## What the task asks
The first line of the data below and every line after it, through the one with "picture upload: multipart/form-data", must be transcribed without change.

Data entries
◆ ◆ ◆ ◆

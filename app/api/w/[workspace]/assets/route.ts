import { reply, route } from '@/lib/server/http/route';
import { AppError } from '@/lib/server/http/errors';
import { checkUploadLength, MAX_PICTURE_BYTES, savePicture } from '@/lib/server/studies/assets';

/** Item picture upload: multipart/form-data with one field "file". */
export const POST = route({ auth: 'member', role: 'analyst', body: { types: ['multipart/form-data'], maxBytes: MAX_PICTURE_BYTES + 16 * 1024 } }, async ({ req, ctx }) => {
  checkUploadLength(req.headers.get('content-length'));
  let form: FormData;
  try {
    form = await req.formData();
  } catch {
    throw new AppError(400, 'bad_request', 'Send the picture as multipart/form-data with a field named “file”.');
  }
  return reply(await savePicture(ctx, form.get('file')), 201);
});
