// The mixed psychometric model: how much shoppers differ (a generalised linear mixed model for
// psychometric functions, Moscatelli, Mezzetti & Lacquaniti 2012). Each shopper s has an own
// ln threshold α_s = α(model, base) + σ·z_s with z_s ~ Normal(0, 1), so σ is the SD of
// shoppers' ln thresholds; given z_s the shopper answers like the fixed model in fit-core.ts:
//   P_si = γ_i + (1 − γ_i − λ)·F(β(x_i − α_i − σ z_s)),  F logistic, α_i = z_i·θ + offset_i,
// with the same Design (free, weber, constant amount, power), the same lapse bound [0, 0.06]
// and the same guess rates: the task's, or for the spot task γ as parameters fitted with the
// catch trials in this likelihood (per base, or pooled where a base has fewer than 20 catch
// trials; prepare.ts), with the fixed models' add-half term, so σ's interval and the shares
// carry γ's uncertainty and a base with no false alarm still has an interval for γ. Catch
// trials do not depend on the shopper's threshold, so they sit in each shopper's row as
// cells whose term is the same at every z. Parameters ψ = [the fixed design's θ, ln β,
// λ (unless fixed), γ…, then σ], so a fixed fit's parameters start the mixed fit directly.
//
// Estimation is by maximum marginal likelihood: each shopper's likelihood is integrated over
// z_s. Speed (issue 12, point 10: 2,000 shoppers in the benchmark) comes from one shared grid
// per evaluation: nodes z_q = q·h on [−9, 9] and, per design cell and node, ln P and ln(1 − P)
// computed once, so a shopper's integrand at a node is a sum of table entries over its cells
// — no exp or log per shopper. Shoppers shown the same cells (a cell pattern) share the sums
// with every answer yes and every answer no, so a shopper costs only the cells where its
// answers differ from the nearer of the two. Each shopper sums only the window of nodes where
// its integrand lives (its last centre ± 7.5 widths, widened while an end still carries
// weight). The trapezoid rule on the line is exponentially accurate for smooth integrands:
// h is at most 0.6/(βσ) (the logistic's poles lie π/(βσ) off the real line) and 0.7 of the
// narrowest shoppers' width (2nd percentile), so the error is ~1e-12 relative; a shopper narrower than 1.2·h,
// or heavy at ±9, is integrated by adaptive Gauss–Hermite quadrature instead (Liu & Pierce
// 1994): the integrand is centred at its mode ẑ_s and scaled by its curvature
// τ_s = (−g''(ẑ_s))^(−1/2), so that
//   L_s ≈ √2·τ_s·Σ_q w_q·exp(t_q² + g_s(ẑ_s + √2 τ_s t_q)),   g_s = ln(binomial terms · φ),
// with more nodes as β·σ·τ grows and a fine uniform grid for a shopper with a second mode.
// Both ways are checked within 1e-6 of an independent integration
// (tests/fixtures/psychometrics/mixed-loglik.json, made by scipy; mixed.test.ts runs each
// case with and without the shared grid).
// At σ = 0 the integral is the fixed model's likelihood exactly, so σ = 0 is the pooled fit.
// Each shopper is a count vector over the prepared cells (shoppers.ts); shoppers with the
// same counts are integrated once and weighted.
//
// The optimiser is projected BHHH (Berndt–Hall–Hall–Hausman: the sum of outer products of the
// shoppers' scores stands in for the information, which is natural here because the shopper
// is the independent unit; the γ add-half term enters with its exact curvature) with
// backtracking. With fewer than 8 shoppers per parameter, or after 15 BHHH steps, Newton
// steps on the observed information (differences of the analytic score) take over: BHHH
// needs many shoppers to stand in for the information and otherwise crawls. A line search
// that cannot improve is reported as not converged unless the Newton decrement is already
// negligible. Gradients hold the quadrature nodes fixed (the error of that is of the
// quadrature's own order). σ's interval is the profile likelihood interval
// {σ : 2(ℓ̂ − ℓ_p(σ)) ≤ χ²₁(0.95)}, found on the signed root of the deviance, each end
// started at its Wald guess σ̂ ± 1.96·SE; it is fast (a few warm-started refits) and,
// unlike a Wald interval, behaves at σ = 0 (the lower end is 0 whenever the pooled fit lies
// within the cut-off). The test of σ = 0 is the likelihood ratio against the pooled fit with
// the boundary null distribution ½χ²₀ + ½χ²₁ (Self & Liang 1987, value from memory).
// Tests: tests/unit/psychometrics/mixed.test.ts (reference integrals), mixed-guess.test.ts
// (γ), shopper-spread.test.ts; tests/calibration/shopper-spread.test.ts, share-of-shoppers.test.ts.
import { chiSquareP } from './chi2';
import { type Design, GAMMA_PRIOR } from './fit-core';
import { gaussHermite, type GaussHermiteRule } from './gauss-hermite';
import { choleskySolve, invertSpd } from './linalg';
import { logChoose } from './math';
import type { ShopperCounts } from './shoppers';
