import { NextResponse } from 'next/server';
import { readJson, workspaceRoute } from '@/lib/server/api';
import { closeLink } from '@/lib/server/study-links';
import { studyLinkPatchSchema } from '@/lib/schemas/study-link.schema';

export const PATCH = workspaceRoute<{ workspace: string; study: string; link: string }>('analyst', async (req, ctx, p) => {
  await readJson(req, studyLinkPatchSchema);
  return NextResponse.json(await closeLink(ctx, p.study, p.link));
});
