import Link from 'next/link';
import type { Metadata } from 'next';
import { SignInForm } from './sign-in-form';

export const metadata: Metadata = { title: 'Sign in' };

export default async function SignInPage({ searchParams }: { searchParams: Promise<{ next?: string }> }) {
  const { next } = await searchParams;
  return (
    <>
      <h1 className="mb-4 text-2xl">Sign in</h1>
      <SignInForm next={next ?? null} />
      <p className="mt-4 text-sm text-muted">
        New here? <Link href="/sign-up">Open a workspace</Link> · <Link href="/reset">Forgot your password?</Link>
      </p>
    </>
  );
}
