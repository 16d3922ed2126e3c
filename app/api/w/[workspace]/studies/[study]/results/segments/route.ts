import { reply, route } from '@/lib/server/http/route';
import { AppError } from '@/lib/server/http/errors';
import { getSegmentComparison } from '@/lib/server/analysis/segments';

/** Thresholds and Weber slope per answer group of one segment question, with the LR test. */
export const GET = route({ auth: 'member', role: 'viewer' }, async ({ req, ctx, params }) => {
  const q = req.nextUrl.searchParams.get('question') ?? '';
  if (!/^[a-z0-9_]{1,32}$/.test(q)) throw new AppError(422, 'validation_failed', 'Choose a segment question.');
  return reply(await getSegmentComparison(ctx, params.study, q), 200, { 'cache-control': 'no-store' });
});
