'use client';
import { useForm } from 'react-hook-form';
import { zodResolver } from '@hookform/resolvers/zod';
import { useState } from 'react';
import { signInSchema, type SignInInput } from '@/lib/schemas/auth.schema';
import { TextField } from '@/components/ui/text-field';
import { signInAction } from '../actions';

export function SignInForm({ next }: { next: string | null }) {
  const [message, setMessage] = useState<string | null>(null);
  const { register, handleSubmit, setError, formState } = useForm<SignInInput>({ resolver: zodResolver(signInSchema) });
  const onSubmit = handleSubmit(async (values) => {
    setMessage(null);
    const res = await signInAction(values, next);
    if (res.ok) {
      window.location.assign(res.data.redirectTo);
      return;
    }
    for (const [field, msg] of Object.entries(res.fieldErrors ?? {})) setError(field as keyof SignInInput, { message: msg });
    if (!res.fieldErrors) setMessage(res.message);
  });
  return (
    <form onSubmit={onSubmit} noValidate className="space-y-4">
      <TextField label="E-mail" type="email" autoComplete="email" registration={register('email')} error={formState.errors.email?.message} />
      <TextField label="Password" type="password" autoComplete="current-password" registration={register('password')} error={formState.errors.password?.message} />
      {message ? <p className="field-error" role="alert">{message}</p> : null}
      <button type="submit" className="btn btn-primary w-full" disabled={formState.isSubmitting}>
        {formState.isSubmitting ? 'Signing in…' : 'Sign in'}
      </button>
    </form>
  );
}
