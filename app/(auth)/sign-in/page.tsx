import Link from 'next/link';
import type { Metadata } from 'next';
import { SignInForm } from './sign-in-form';

export const metadata: Metadata = { title: 'Sign in' };

export default async function SignInPage({ searchParams }: { searchParams: Promise<{ next?: string; confirmed?: string }> }) {
  const { next, confirmed } = await searchParams;
  return (
    <>
      <h1 className="mb-4 text-2xl">Sign in</h1>
      {confirmed === '1' ? (
        <p role="status" className="mb-4 border-l-2 border-moss pl-3 text-sm">
          Your e-mail address is confirmed and your workspace has its free seats. Sign in to start.
        </p>
      ) : null}
      <SignInForm next={next ?? null} />
      <p className="mt-4 text-sm text-muted">
        New here? <Link href="/sign-up">Open a workspace</Link> · <Link href="/reset">Forgot your password?</Link>
      </p>
    </>
  );
}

◆ ◆ ◆ ◆

## Solved problem
filename app/api/w/[workspace]/assets/route.ts
import { reply, route } from '@/lib/server/http/route';
import { AppError } from '@/lib/server/http/errors';
import { checkUploadLength, MAX_PICTURE_BYTES, savePicture } from '@/lib/server/studies/assets';

/** Item picture upload: multipart/form-data with one field "file". */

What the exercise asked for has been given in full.